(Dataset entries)
# # # # # # #

import type { Extent, FrameAxis, SpatialAxis, Xyz } from "./layout.js";

/** Matrix and field of view of an encoded or a reconstructed space. */
export interface Space {
  readonly matrix: Xyz;
  readonly fovMm: Xyz;
}

/** Position and direction cosines of a slice, patient coordinates (LPS), mm: the centre of its field of view. */
export interface Pose {
  readonly positionMm: readonly number[];
  readonly readDir: readonly number[];
  readonly phaseDir: readonly number[];
  readonly sliceDir: readonly number[];
}

/** What the noise readouts say. */
export interface NoiseFacts {
  readonly readouts: number;
  /** Complex samples per channel. */
  readonly samples: number;
  readonly dwellSeconds: number;
  /** (1/N) sum n n^H over the noise readouts' samples, [channel, channel] interleaved re, im, row by row. */
  readonly covariance: Float64Array;
}

/** How a receiver's output must be read where its header may be wrong; the recipe's `scan`. */
export interface ScanOverrides {
  readonly group?: string;
  readonly encoding?: number;
  readonly duplicates: "mean" | "last";
  /** Axes whose readouts are averaged into one, besides `average` itself. */
  readonly averageOver: readonly FrameAxis[];
  readonly sampleTimeUs?: number;
  readonly resonanceHz?: number;
  readonly receiverNoiseBandwidth?: number;
  readonly echoMs?: readonly number[];
  readonly readoutPolarity: "header" | "forward" | "reverse" | "alternate";
  readonly centre: "header" | "measured";
  readonly conjugate: boolean;
  readonly alternateSign: boolean;
  /** The point (mm along read, phase, slice) that becomes the centre of the image. */
  readonly recentreMm: readonly [number, number, number];
}

/**
 * All that stages may know of a scan: what the header states and the readouts confirm, in SI units and mm.
 * Everything physical (bandwidth, shifts, positions) depends on it being true.
 */
export interface ScanFacts {
  readonly encoding: number;
  readonly trajectory: string;
  /** Encoded spatial dimensions: 1 for projections, 2, or 3. */
  readonly dimensions: 1 | 2 | 3;
  readonly encoded: Space;
  readonly reconstructed: Space;
  /** Counter value of the line at k = 0 along y and z; it lands at floor(N/2). */
  readonly center: { readonly y: number; readonly z: number };
  /** Acquired extent of each axis on the encoded grid: first and last index. */
  readonly acquired: Readonly<Record<SpatialAxis, Extent>>;
  /** Stored index of k = 0 where the recipe asks for the measured one, by readout direction. */
  readonly measuredCenter: { readonly forward?: number; readonly reverse?: number };
  readonly lengths: Readonly<Record<FrameAxis, number>>;
  readonly averages: number;
  readonly channels: number;
  readonly fieldT: number | undefined;
  readonly resonanceHz: number;
  readonly dwellSeconds: number;
  readonly relativeReceiverNoiseBandwidth: number;
  readonly noise: NoiseFacts | undefined;
  readonly echoTimesSeconds: readonly number[];
  readonly acceleration: { readonly y: number; readonly z: number };
  readonly calibrationMode: string | undefined;
  /** By slice counter; undefined where a slice has no readout. */
  readonly poses: readonly (Pose | undefined)[];
  /** Slice counters in spatial order along slice_dir. */
  readonly sliceOrder: readonly number[];
  /** Whether the readouts of each echo (contrast) run backward in time: one value per contrast, or mixed. */
  readonly polarity: readonly ("forward" | "reverse" | "mixed")[];
  readonly overrides: ScanOverrides;
}

/** A difference between what a file states and what it holds. A `problem` fails under `--strict`; a `remark` informs. */
export interface Discrepancy {
  readonly code: string;
  readonly severity: "problem" | "remark";
  readonly message: string;
}

export const DEFAULT_OVERRIDES: ScanOverrides = {
  duplicates: "mean",
  averageOver: [],
  readoutPolarity: "header",
  centre: "header",
  conjugate: false,
  alternateSign: false,
  recentreMm: [0, 0, 0],
};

# # # # # # #

--- REQUIRED WORK ---
Find the word "export" in the entries and show each line where it is found.

--- EXERCISE RESULT ---
export interface Space {
export interface Pose {
export interface NoiseFacts {
export interface ScanOverrides {
export interface ScanFacts {
export interface Discrepancy {
export const DEFAULT_OVERRIDES: ScanOverrides = {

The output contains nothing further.